La majorité de ces « malgré-nous » sera envoyée dans les unités de la Wehrmacht qui combattront sur le front russe. Vers la fin de 1943, l'incorporation se radicalise avec l'intégration progressive et obligatoire dans les Waffen-SS engagés en première ligne. Ceux qui en réchapperont seront à jamais traumatisés d'avoir appartenu à de telles unités dont les membres seront considérés comme des « criminels de guerre » par le tribunal de Nuremberg. Sans compter que, capturés sous l'uniforme SS, ils étaient abattus souvent sur place aussi bien par les Soviétiques que les Américains dont les soldats de base ne faisaient pas la différence entre les SS à tête de mort et les Waffen-SS. Quant aux « soldats de base » capturés sur le front russe, ils furent internés dans des conditions abominables par les soviets dans des camps, dont celui de Tambov, de sinistre mémoire.
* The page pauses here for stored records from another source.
package change

import (
	"bytes"
	"errors"
	"fmt"

	"github.com/fxamacker/cbor/v2"
)

// The highest map keys that this version of the format knows. A newer minor version may
// only add keys above them, so that unknown fields always come last.
const (
	lastChangeKey = 12
	lastBatchKey  = 2
)

var (
	enc = must(cbor.CoreDetEncOptions().EncMode())
	// dec refuses what deterministic CBOR does not allow and bounds what a hostile
	// writer can make a reader allocate.
	decOptions = cbor.DecOptions{
		DupMapKey:         cbor.DupMapKeyEnforcedAPF,
		IndefLength:       cbor.IndefLengthForbidden,
		TagsMd:            cbor.TagsForbidden,
		MaxNestedLevels:   16,
		MaxArrayElements:  MaxSeen,
		MaxMapPairs:       64,
		ExtraReturnErrors: cbor.ExtraDecErrorUnknownField,
		UTF8:              cbor.UTF8RejectInvalid,
	}
	dec = must(decOptions.DecMode())
	// loose is dec without the complaint about unknown fields.
	loose = func() cbor.DecMode {
		o := decOptions
		o.ExtraReturnErrors = cbor.ExtraDecErrorNone
		return must(o.DecMode())
	}()
)

func must[T any](v T, err error) T {
	if err != nil {
		panic(err) // a mistake in the options above, found by any test
	}
	return v
}

type wireBatch struct {
	Examiner string            `cbor:"1,keyasint,omitempty"`
	Changes  []cbor.RawMessage `cbor:"2,keyasint"`
}

// wireStored is a change that stands alone, as an array.
type wireStored struct {
	_        struct{} `cbor:",toarray"`
	Change   cbor.RawMessage
	Device   Incarnation
	Site     Site
	Seq      uint64
	Examiner string
}

// EncodeBatch returns the one encoding of a batch. Stream and First are not in it: they
// stand in the frame's header.
func EncodeBatch(b Batch) ([]byte, error) {
	if err := b.Validate(); err != nil {
		return nil, err
	}
	w := wireBatch{Examiner: b.Examiner, Changes: make([]cbor.RawMessage, len(b.Changes))}
	for i, c := range b.Changes {
		raw, err := encodeWithExtra(c, c.Extra, lastChangeKey)
		if err != nil {
			return nil, err
		}
		w.Changes[i] = raw
	}
	return encodeWithExtra(w, b.Extra, lastBatchKey)
}

// DecodeBatch is the inverse of EncodeBatch for a batch of stream s that begins at sequence
// first and was written by minor version minor of the format. It refuses every other
// encoding of the same batch. Fields that this program does not know are kept only if the
// writer's minor version is newer.
func DecodeBatch(data []byte, s Stream, first uint64, minor uint8) (Batch, error) {
	if b, ok := quickBatch(bytes.Clone(data), s, first, nil); ok {
		return b, nil
	}
	return slowBatch(data, s, first, minor)
}

func slowBatch(data []byte, s Stream, first uint64, minor uint8) (Batch, error) {
	var w wireBatch
	extra, err := decodeWithExtra(data, &w, lastBatchKey, minor)
	if err != nil {
		return Batch{}, fmt.Errorf("%w: batch %d of stream %s: %s", ErrMalformed, first, s, err)
	}
	if len(w.Changes) == 0 || len(w.Changes) > MaxChanges {
		return Batch{}, fmt.Errorf("%w: batch %d of stream %s holds %d changes, allowed are 1 to %d", ErrMalformed, first, s, len(w.Changes), MaxChanges)
	}
	b := Batch{Stream: s, First: first, Examiner: w.Examiner, Changes: make([]Change, len(w.Changes)), Extra: extra}
	for i, raw := range w.Changes {
		c := &b.Changes[i]
		if c.Extra, err = decodeWithExtra(raw, c, lastChangeKey, minor); err != nil {
			return Batch{}, fmt.Errorf("%w: change %d of stream %s: %s", ErrMalformed, first+uint64(i), s, err)
		}
		c.Stream, c.Seq, c.Examiner = s, first+uint64(i), w.Examiner
	}
	if err := b.Validate(); err != nil {
		return Batch{}, err
	}
	again, err := EncodeBatch(b)
	if err != nil {
		return Batch{}, err
	}
	if !bytes.Equal(again, data) {
		return Batch{}, fmt.Errorf("%w: batch %d of stream %s is not in its one allowed encoding", ErrMalformed, first, s)
	}
	return b, nil
}

// Marshal returns the one encoding of a change that stands alone, with its stream, sequence
// and examiner; an index keeps changes so.
func Marshal(c Change) ([]byte, error) {
	if err := c.Validate(); err != nil {
		return nil, err
	}
	raw, err := encodeWithExtra(c, c.Extra, lastChangeKey)
	if err != nil {
		return nil, err
	}
	return enc.Marshal(wireStored{Change: raw, Device: c.Stream.Device, Site: c.Stream.Site, Seq: c.Seq, Examiner: c.Examiner})
}

// Unmarshal is the inverse of Marshal. It keeps unknown fields, whoever wrote them.
func Unmarshal(data []byte) (Change, error) {
	var w wireStored
	if err := dec.Unmarshal(data, &w); err != nil {
		return Change{}, fmt.Errorf("%w: stored change: %s", ErrMalformed, err)
	}
	var c Change
	var err error
	if c.Extra, err = decodeWithExtra(w.Change, &c, lastChangeKey, Minor+1); err != nil {
		return Change{}, fmt.Errorf("%w: stored change: %s", ErrMalformed, err)
	}
	c.Stream, c.Seq, c.Examiner = Stream{w.Device, w.Site}, w.Seq, w.Examiner
	again, err := Marshal(c)
	if err != nil {
		return Change{}, err
	}
	if !bytes.Equal(again, data) {
		return Change{}, fmt.Errorf("%w: stored change %s is not in its one allowed encoding", ErrMalformed, c.ID)
	}
	return c, nil
}

// encodeWithExtra encodes a struct with integer keys and puts the encoded fields of extra
// behind it. lastKey is the highest key that the struct can have.
func encodeWithExtra(v any, extra []byte, lastKey uint64) ([]byte, error) {
	data, err := enc.Marshal(v)
	if err != nil || len(extra) == 0 {
		return data, err
	}
	n, err := countPairs(extra, lastKey)
	if err != nil {
		return nil, err
	}
	known, head := int(data[0]&0x1f), 1 // the struct has fewer than 24 fields: one byte
	total := known + n
	if total > decOptions.MaxMapPairs {
		return nil, fmt.Errorf("%w: %d fields, allowed are %d", ErrMalformed, total, decOptions.MaxMapPairs)
	}
	out := make([]byte, 0, len(data)+len(extra)+1)
	if total < 24 {
		out = append(out, 0xa0|byte(total))
	} else {
		out = append(out, 0xb8, byte(total))
	}
	out = append(out, data[head:]...)
	return append(out, extra...), nil
}

// decodeWithExtra decodes a map with integer keys into the struct that v points to, and
// returns the encoded fields that v does not know.
func decodeWithExtra(data []byte, v any, lastKey uint64, minor uint8) ([]byte, error) {
	err := dec.Unmarshal(data, v)
	var unknown *cbor.UnknownFieldError
	if err == nil || !errors.As(err, &unknown) {
		return nil, err
	}
	if minor <= Minor {
		return nil, errors.New("it has a field that its version does not have")
	}
	if err := loose.Unmarshal(data, v); err != nil {
		return nil, err
	}
	rest, pairs, err := mapHead(data)
	if err != nil {
		return nil, err
	}
	for ; pairs > 0; pairs-- {
		var key uint64
		after, err := dec.UnmarshalFirst(rest, &key)
		if err != nil {
			return nil, fmt.Errorf("a field's key is no number: %w", err)
		}
		if key > lastKey {
			extra := bytes.Clone(rest)
			_, err := countPairs(extra, lastKey)
			return extra, err
		}
		var value cbor.RawMessage
		if rest, err = dec.UnmarshalFirst(after, &value); err != nil {
			return nil, err
		}
	}
	return nil, errors.New("it has a field that no version can have")
}

// mapHead reads the head of a map of at most 255 pairs in its shortest form.
func mapHead(data []byte) (rest []byte, pairs int, err error) {
	switch {
	case len(data) > 0 && data[0] >= 0xa0 && data[0] < 0xb8:
		return data[1:], int(data[0] & 0x1f), nil
	case len(data) > 1 && data[0] == 0xb8 && data[1] >= 24:
		return data[2:], int(data[1]), nil
	}
	return nil, 0, errors.New("it is no map in the shortest form")
}

// countPairs checks that extra is a row of map pairs whose keys rise from above lastKey, and
// counts them.
func countPairs(extra []byte, lastKey uint64) (n int, err error) {
	for len(extra) > 0 {
		var key uint64
		rest, err := dec.UnmarshalFirst(extra, &key)
		if err != nil {
			return 0, fmt.Errorf("%w: an unknown field's key is no number", ErrMalformed)
		}
		short, err := enc.Marshal(key)
		if err != nil {
			return 0, err
		}
		if key <= lastKey || !bytes.HasPrefix(extra, short) {
			return 0, fmt.Errorf("%w: an unknown field has the key %d, which is out of order or not in its shortest form", ErrMalformed, key)
		}
		lastKey = key
		var value cbor.RawMessage
		if extra, err = dec.UnmarshalFirst(rest, &value); err != nil {
			return 0, fmt.Errorf("%w: an unknown field: %s", ErrMalformed, err)
		}
		n++
	}
	return n, nil
}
Ni Maurice Thorez planqué à Moscou, ni de Gaulle en visite chez Staline ne lèveront le petit doigt en leur faveur. Ils croupiront dans leurs goulags dans l’attente d’une libération qui se fera au compte-gouttes et au gré de l’humeur du « Petit père des peuples ». Leurs récits au retour sur le « paradis soviétique » expliquent pourquoi, en Alsace, le Parti communiste a pu aller se rhabiller lorsqu’il se pavanait sur le plan électoral jusque dans les années 60. On estime à environ 40.000 le nombre de « malgré-nous » non rentrés ou disparus. La plupart d’entre eux ont été déclarés, ironie du sort, « morts pour la France » et leurs noms figurent parfois sur les monuments aux morts des villages alsaciens. « Morts pour la France », mais « sous l'uniforme allemand », pourrait-on ajouter !

Les incorporés de force survivants sont de moins en moins nombreux mais le travail de mémoire se poursuit et notamment sur l'excellent site www.malgré-nous.eu animé par Nicolas Mengus, qui estime que « l’incorporation de force est désormais un crime de guerre qu’on ne peut ignorer et son histoire – qui dépasse largement le cadre de l’histoire régionale – ne s’écrira pas uniquement avec le silence des morts ».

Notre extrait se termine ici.